19 страница14 марта 2025, 14:44

Глава 19.


NERESA

Нея бегает вокруг, не позволяя мне сосредоточиться на пианино. Мама нависает надо мной, нежно касаясь моего плеча.

—Доча, а ну не отвлекай сестру, беги к папе, он ждёт тебя на улице, — сладким голоском проговаривает мама.

Ее кудрявые волосы струятся по плечам, зелёные глаза наблюдают за каждым моим движением, а я лишь улыбаюсь. Опускаю взгляд на себя, и вижу живот. Я беременна, а мама, кажется, ни на год не постарела.

—Мам? — хмурюсь, поворачиваясь к ней.

—Играй.

Я повинуюсь, но все ещё не понимаю, что происходит. Мелодия разносится по дому, я замечаю, что нахожусь в нашем особняке, который сгорел тогда — с родителями вместе, и сердце охватывает ужас.

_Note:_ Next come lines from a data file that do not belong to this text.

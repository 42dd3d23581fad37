using Microsoft.EntityFrameworkCore.Migrations;

#nullable disable

namespace TankChem.Migrations.Sqlite.Migrations
{
    /// <inheritdoc />
    public partial class Rollups : Migration
    {
        /// <inheritdoc />
        protected override void Up(MigrationBuilder migrationBuilder)
        {
            // WITHOUT ROWID, as the series themselves. What an older store holds is rolled up here once.
            migrationBuilder.Sql("""
                CREATE TABLE reading_rollup (
                    series_id INTEGER NOT NULL,
                    step_h INTEGER NOT NULL,
                    start_h INTEGER NOT NULL,
                    lowest REAL NOT NULL,
                    highest REAL NOT NULL,
                    total REAL NOT NULL,
                    counted INTEGER NOT NULL,
                    CONSTRAINT PK_reading_rollup PRIMARY KEY (series_id, step_h, start_h)
                ) WITHOUT ROWID;
                """);
            migrationBuilder.Sql("""
                INSERT INTO reading_rollup (series_id, step_h, start_h, lowest, highest, total, counted)
                SELECT series_id, 1, (time_ms - ((time_ms % 3600000) + 3600000) % 3600000) / 3600000 AS hour, min(value), max(value), sum(value), count(*)
                FROM reading WHERE flag = 1 AND value IS NOT NULL GROUP BY series_id, hour;
                """);
            migrationBuilder.Sql("""
                INSERT INTO reading_rollup (series_id, step_h, start_h, lowest, highest, total, counted)
                SELECT series_id, 24, start_h - ((start_h % 24) + 24) % 24 AS day, min(lowest), max(highest), sum(total), sum(counted)
                FROM reading_rollup WHERE step_h = 1 GROUP BY series_id, day;
                """);

            migrationBuilder.Sql("""
                CREATE TABLE state_rollup (
                    state_series_id INTEGER NOT NULL,
                    step_h INTEGER NOT NULL,
                    start_h INTEGER NOT NULL,
                    lowest REAL NOT NULL,
                    highest REAL NOT NULL,
                    total REAL NOT NULL,
                    counted INTEGER NOT NULL,
                    CONSTRAINT PK_state_rollup PRIMARY KEY (state_series_id, step_h, start_h)
                ) WITHOUT ROWID;
                """);
            migrationBuilder.Sql("""
                INSERT INTO state_rollup (state_series_id, step_h, start_h, lowest, highest, total, counted)
                SELECT state_series_id, 1, (time_ms - ((time_ms % 3600000) + 3600000) % 3600000) / 3600000 AS hour, min(value), max(value), sum(value), count(*)
                FROM state_value WHERE value IS NOT NULL GROUP BY state_series_id, hour;
                """);
            migrationBuilder.Sql("""
                INSERT INTO state_rollup (state_series_id, step_h, start_h, lowest, highest, total, counted)
                SELECT state_series_id, 24, start_h - ((start_h % 24) + 24) % 24 AS day, min(lowest), max(highest), sum(total), sum(counted)
                FROM state_rollup WHERE step_h = 1 GROUP BY state_series_id, day;
                """);
        }

        /// <inheritdoc />
        protected override void Down(MigrationBuilder migrationBuilder)
        {
            migrationBuilder.DropTable(
                name: "reading_rollup");

            migrationBuilder.DropTable(
                name: "state_rollup");
        }
    }
}
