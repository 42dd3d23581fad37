using System.Collections.Concurrent;
using System.Diagnostics;
using TankChem.Monitoring.Ports;
using TankChem.Monitoring.Readings;

namespace TankChem.Service.Pipeline;

/// <summary>The one writer: takes what came in, lets the monitors step, commits, and only then lets the senders know.</summary>
/// <remarks>Group commit without a timer: a commit takes what queued while the last one ran.</remarks>
internal sealed class FarmPipeline : IDisposable
{
    private static readonly TimeSpan TickEvery = TimeSpan.FromSeconds(1);
    private static readonly TimeSpan RetryAfter = TimeSpan.FromSeconds(1);

    private readonly FarmEngine engine;
    private readonly IJournal journal;
    private readonly IntakeBuffer intake;
    private readonly Farm farm;
    private readonly TimeProvider clock;
    private readonly PipelineMetrics metrics;
    private readonly ILogger logger;
    private readonly ConcurrentQueue<WriterTask> tasks = new();
    private readonly CancellationTokenSource stopping = new();
    private Thread? writer;
    private int tickDue;

    public FarmPipeline(FarmEngine engine, IJournal journal, IntakeBuffer intake, Farm farm, TimeProvider clock, PipelineMetrics metrics, ILogger logger)
    {
        this.engine = engine;
        this.journal = journal;
        this.intake = intake;
        this.farm = farm;
        this.clock = clock;
        this.metrics = metrics;
        this.logger = logger;
    }

    /// <summary>Ends when the writer has stopped; faulted when it died of a bug.</summary>
    public TaskCompletionSource Finished { get; } = new(TaskCreationOptions.RunContinuationsAsynchronously);

    /// <summary>Starts the writer's thread.</summary>
    public void Start()
    {
        writer = new Thread(Run) { IsBackground = true, Name = "journal writer" };
        writer.Start();
    }

    /// <summary>Runs an action on the writer's thread; the result comes when what it added to the batch is on disk.</summary>
    public Task<T> RunAsync<T>(Func<FarmEngine, DateTimeOffset, T> action, CancellationToken cancellationToken)
    {
        var result = new TaskCompletionSource<T>(TaskCreationOptions.RunContinuationsAsynchronously);
        T? value = default;
        tasks.Enqueue(new WriterTask(
            (e, now) => value = action(e, now),
            () => result.TrySetResult(value!),
            e => result.TrySetException(e)));
        intake.Wake();
        if (stopping.IsCancellationRequested)
            result.TrySetException(new OperationCanceledException("The service is stopping."));
        return result.Task.WaitAsync(cancellationToken);
    }

    /// <summary>Stops taking, writes what waits, and ends.</summary>
    public void Stop()
    {
        if (writer is null)
            return;
        stopping.Cancel();
        intake.Wake();
        writer.Join();
        writer = null;
    }

    /// <inheritdoc/>
    public void Dispose()
    {
        Stop();
        stopping.Dispose();
    }

    private void Run()
    {
        try
        {
            using ITimer timer = clock.CreateTimer(_ => Tick(), null, TickEvery, TickEvery);
            RunOnce(all: true);
            while (!stopping.IsCancellationRequested)
            {
                intake.Wait();
                RunOnce(Interlocked.Exchange(ref tickDue, 0) == 1);
            }

            RunOnce(all: false);
            intake.Close();
            Finished.TrySetResult();
        }
#pragma warning disable CA1031 // The writer's own thread: what escapes here would end the process without a word; the host stops with it instead.
        catch (Exception e)
#pragma warning restore CA1031
        {
            intake.Close();
            Finished.TrySetException(e);
        }
        finally
        {
            while (tasks.TryDequeue(out WriterTask? left))
                left.Fail(new OperationCanceledException("The service stopped before this was on disk."));
        }
    }

    private void RunOnce(bool all)
    {
        (IReadOnlyList<Arrival> arrivals, TaskCompletionSource committed) = intake.Take();
        DateTimeOffset now = clock.GetUtcNow();
        for (int i = 0; i < arrivals.Count; i++)
            engine.Take(arrivals[i]);

        List<WriterTask>? done = null;
        for (int left = tasks.Count; left > 0 && tasks.TryDequeue(out WriterTask? task); left--)
        {
            if (task.TryRun(engine, now))
                (done ??= []).Add(task);
        }

        engine.Advance(now, all);
        JournalBatch batch = engine.Seal();
        if (!OpenBatch.IsEmpty(batch) && !TryCommit(batch))
        {
            committed.TrySetException(new OperationCanceledException("The service stopped before this was on disk; send again."));
            done?.ForEach(t => t.Fail(new OperationCanceledException("The service stopped before this was on disk.")));
            return;
        }

        engine.Tell(batch);
        metrics.Update(engine, intake);
        metrics.CountRejected(batch.Unreadable.Count);
        committed.TrySetResult();
        done?.ForEach(t => t.Complete());
    }

    /// <summary>Commits a batch, as often as it takes; false when the service stops before the store takes it.</summary>
    private bool TryCommit(JournalBatch batch)
    {
        long start = Stopwatch.GetTimestamp();
        bool told = false;
        bool inParts = false;
        while (true)
        {
            try
            {
                if (inParts)
                    new BatchSplitter(journal, clock, logger).CommitInParts(batch);
                else
                    journal.Commit(batch);
                metrics.ObserveCommit(Stopwatch.GetElapsedTime(start));
                if (told)
                {
                    farm.SetTrouble("store", null);
                    logger.LogWarning("The store takes readings again");
                }

                return true;
            }
            catch (JournalRowException e) when (!inParts)
            {
                logger.LogWarning(e, "A row cannot be stored; the batch is split");
                inParts = true;
            }
            catch (JournalUnavailableException e)
            {
                if (!told)
                    logger.LogError(e, "The store takes nothing; acknowledgements are held and the same batch is tried again");
                told = true;
                farm.SetTrouble("store", $"The store takes nothing now ({e.Message}). Readings are held and not acknowledged until there is room; alarms are not current.");
                if (stopping.Token.WaitHandle.WaitOne(RetryAfter))
                    return false;
            }
        }
    }

    private void Tick()
    {
        Interlocked.Exchange(ref tickDue, 1);
        intake.Wake();
    }
}
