import { uploadFields } from '@/lib/contracts/forms/readings';
import { AppError } from '../errors';
import type { UploadInput } from './accept-upload';
import { MOST_BYTES, tooLarge } from './read-multipart';

const field = (form: FormData, name: string): string | null => {
  const value = form.get(name);
  return typeof value === 'string' && value !== '' ? value : null;
};

function mappingOf(form: FormData): unknown {
  try {
    return JSON.parse(field(form, 'mapping') ?? '');
  } catch {
    throw new AppError('invalid-input', 'How the columns are to be read is not declared.', {
      at: 'mapping',
      mend: 'Declare columns, marks and units, then upload again.',
    });
  }
}

/** A file's own name without folders or control characters, for people to know it by. */
function plainName(name: string): string {
  const last = name.split(/[\\/]/).at(-1) ?? '';
  const plain = [...last].filter((c) => c.charCodeAt(0) >= 32 && c.charCodeAt(0) !== 127).join('');
  return plain.trim().slice(0, 255) || 'readings';
}

/** The parts of the upload's form, each checked; a field at fault is named. */
export async function uploadInput(studyId: string, form: FormData): Promise<UploadInput> {
  const file = form.get('file');
  if (!(file instanceof Blob)) {
    throw new AppError('invalid-input', 'No file came with the upload.', {
      at: 'file',
      mend: 'Choose a file, then upload again.',
    });
  }
  if (file.size > MOST_BYTES) throw tooLarge();
  if (file.size === 0) {
    throw new AppError('invalid-input', 'The file is empty. Nothing was kept.', {
      at: 'file',
      mend: 'Export the table again and upload it.',
    });
  }
  const fields = uploadFields.parse({
    runId: field(form, 'runId'),
    sessionId: field(form, 'sessionId'),
    mapping: mappingOf(form),
  });
  const bytes = new Uint8Array(await file.arrayBuffer());
  return {
    ...fields,
    studyId,
    bytes,
    fileName: plainName('name' in file ? String(file.name) : ''),
  };
}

—Мам, ты жива? — испуганно спрашиваю я, и вдруг, мамины руки сжимают мои плечи. —Мам?

—Нереза, играй.

Я останавливаюсь, разворачиваюсь, со страхом оглядываю свой живот, а затем резкая боль пронзает все тело.

—Нереза! Играй!

Паника окутывает меня, я обхватываю свой живот, пытаясь вспомнить, как так получилось, что мама жива, но я беременна. Встаю с места, но мама силой усаживает меня назад. Ее тонкие пальцы касаются моей шеи, и я чувствую, насколько они холодные.

—Играй, иначе умрёшь, — выкрикивает она, низ живота сводит, и я ощущаю, будто между ног меня режут на живую.

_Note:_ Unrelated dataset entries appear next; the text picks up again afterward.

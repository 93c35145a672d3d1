import { normalCdf } from './normal';
import type { Atoms, Prior } from './prior';
import { momentsOf } from './prior';
import { certainVariance } from './quantiser';

/** How a level's verdicts come about: `blur` in dose (sd), and preparations a level. */
export type Reading = { blur: number; replicates: number };

/** P(s of r verdicts "sustained" | onset), per level: table[s · atoms + j]. */
function countTable(dose: number, atoms: Atoms, reading: Reading): Float64Array {
  const m = atoms.x.length;
  const r = reading.replicates;
  const table = new Float64Array((r + 1) * m);
  for (let j = 0; j < m; j += 1) {
    // The spread inside an atom widens the blur: exact for one verdict and a normal slice.
    const z = (dose - atoms.x[j]!) / Math.sqrt(reading.blur ** 2 + atoms.v[j]!);
    const [p, q] = [normalCdf(z), normalCdf(-z)];
    let choose = 1;
    for (let s = 0; s <= r; s += 1) {
      table[s * m + j] = choose * p ** s * q ** (r - s);
      choose = (choose * (r - s)) / (s + 1);
    }
  }
  return table;
}

/**
 * Variance of the conditional mean by walking the tree of verdict counts, level by level. A branch
 * of probability below `prune` is not followed further (its information up to there counts, so
 * the answer errs to the cautious side by at most the share pruned). Null beyond `cap` nodes.
 */
function gainByTree(atoms: Atoms, tables: Float64Array[], r: number, prune: number, cap: number) {
  const m = atoms.x.length;
  const stack = tables.map(() => new Float64Array(m));
  let nodes = 0;
  let gain = 0;
  const visit = (depth: number, joint: Float64Array): boolean => {
    const table = tables[depth]!;
    const child = stack[depth]!;
    for (let s = 0; s <= r; s += 1) {
      nodes += 1;
      if (nodes > cap) return false;
      let [w, moment] = [0, 0];
      for (let j = 0, at = s * m; j < m; j += 1, at += 1) {
        const share = joint[j]! * table[at]!;
        child[j] = share;
        w += share;
        moment += share * atoms.x[j]!;
      }
      if (depth + 1 < tables.length && w > prune) {
        if (!visit(depth + 1, child)) return false;
      } else if (w > 0) gain += (moment * moment) / w;
    }
    return true;
  };
  return visit(0, atoms.w) ? gain : null;
}

const primes = (count: number): number[] => {
  const found: number[] = [];
  for (let n = 2; found.length < count; n += 1) if (found.every((p) => n % p !== 0)) found.push(n);
  return found;
};

/**
 * The same by equidistributed points instead of all outcomes: onsets stratified, verdict counts
 * from Richtmyer's sequence (n √p, fractional part). Standard error near 1/√points of itself.
 */
function gainByPoints(atoms: Atoms, tables: Float64Array[], r: number, points: number): number {
  const m = atoms.x.length;
  const roots = primes(tables.length).map(Math.sqrt);
  const joint = new Float64Array(m);
  let gain = 0;
  let truth = 0;
  let below = atoms.w[0]!;
  for (let n = 0; n < points; n += 1) {
    while (below < (n + 0.5) / points && truth < m - 1) {
      truth += 1;
      below += atoms.w[truth]!;
    }
    joint.set(atoms.w);
    for (let i = 0; i < tables.length; i += 1) {
      const table = tables[i]!;
      let u = ((n + 1) * roots[i]!) % 1;
      let s = 0;
      while (s < r && u >= table[s * m + truth]!) {
        u -= table[s * m + truth]!;
        s += 1;
      }
      let top = 0;
      for (let j = 0, at = s * m; j < m; j += 1, at += 1) {
        joint[j]! *= table[at]!;
        if (joint[j]! > top) top = joint[j]!;
      }
      if (top > 0 && top < 1e-200) for (let j = 0; j < m; j += 1) joint[j]! /= top;
    }
    let [w, moment] = [0, 0];
    for (let j = 0; j < m; j += 1) {
      w += joint[j]!;
      moment += joint[j]! * atoms.x[j]!;
    }
    if (w > 0) gain += (moment / w) ** 2 / points;
  }
  return gain;
}

export type Effort = { prune: number; cap: number; points: number };

/**
 * E[Var(onset | verdicts)] of levels read with blur, replicates independent. All outcomes where
 * they are few enough (`effort.cap` nodes), otherwise by `effort.points` points.
 * `byPoints` forces the latter, so that a search compares like with like.
 */
export function blurredVariance(
  atoms: Atoms,
  levels: readonly number[],
  reading: Reading,
  effort: Effort,
  byPoints = false,
): { variance: number; byPoints: boolean } {
  const { mean, sd } = momentsOf(atoms);
  if (levels.length === 0 || sd === 0) return { variance: sd * sd, byPoints };
  const centred = { ...atoms, x: atoms.x.map((x) => x - mean) };
  const tables = [...levels]
    .sort((a, b) => a - b)
    .map((d) => countTable(d - mean, centred, reading));
  const r = reading.replicates;
  const tree = byPoints ? null : gainByTree(centred, tables, r, effort.prune, effort.cap);
  const gain = tree ?? gainByPoints(centred, tables, r, effort.points);
  return { variance: Math.min(sd * sd, Math.max(0, sd * sd - gain)), byPoints: tree === null };
}

export const SEARCH_EFFORT: Effort = { prune: 1e-5, cap: 20_000, points: 1024 };
export const REPORT_EFFORT: Effort = { prune: 1e-8, cap: 200_000, points: 8192 };

/** E[Var(onset | verdicts)], as reported; `atoms` a pooled prior where verdicts are blurred. */
export function expectedVariance(
  prior: Prior,
  atoms: Atoms,
  levels: readonly number[],
  reading: Reading,
): number {
  if (reading.blur === 0) return certainVariance(prior, levels);
  return blurredVariance(atoms, levels, reading, REPORT_EFFORT).variance;
}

Кричу, что есть силы, а мама укладывает мои пальцы на клавиши, заставляя играть.

—Мне больно!

—Сосредоточься, моя Нери, сделай так, чтобы твои дети выжили.

Снова кричу, но мама накрывает мои пальцы своими, и продолжает играть. Звонкая, почти веселая мелодия проникает в меня, я закрываю глаза, пытаясь спрятаться от боли, и лишь мамин шепот спасает меня.

—Ваша мама всегда будет любить вас, мои три души. Я наблюдаю за вами, моя Нери. Живи. Продолжай жить ради них. Ради трёх частей своего сердца.

Надоедливый писк заставляет меня открыть глаза. Белый потолок, такой же свет, режущий глаза, и запах дезинфекции разъедающий нос. Пытаюсь повернуться, но тело словно каменное, не позволяет сделать лишнее движение. Перевожу взгляд на свое тело, и паника сковывает горло. Живота нет, и я не помню ничего с момента, как подушка безопасности нанесла удар по нему.

Господи...

Хочу подняться, руки и ноги ватные, капельница, странные аппараты, не перестающие пищать. Шиплю сквозь зубы, и в этот момент в палату входит женщина, одетая в белый халат и шапочку. Она улыбается, когда мы сталкиваемся взглядами, а затем подходит ближе, когда я пытаюсь подняться.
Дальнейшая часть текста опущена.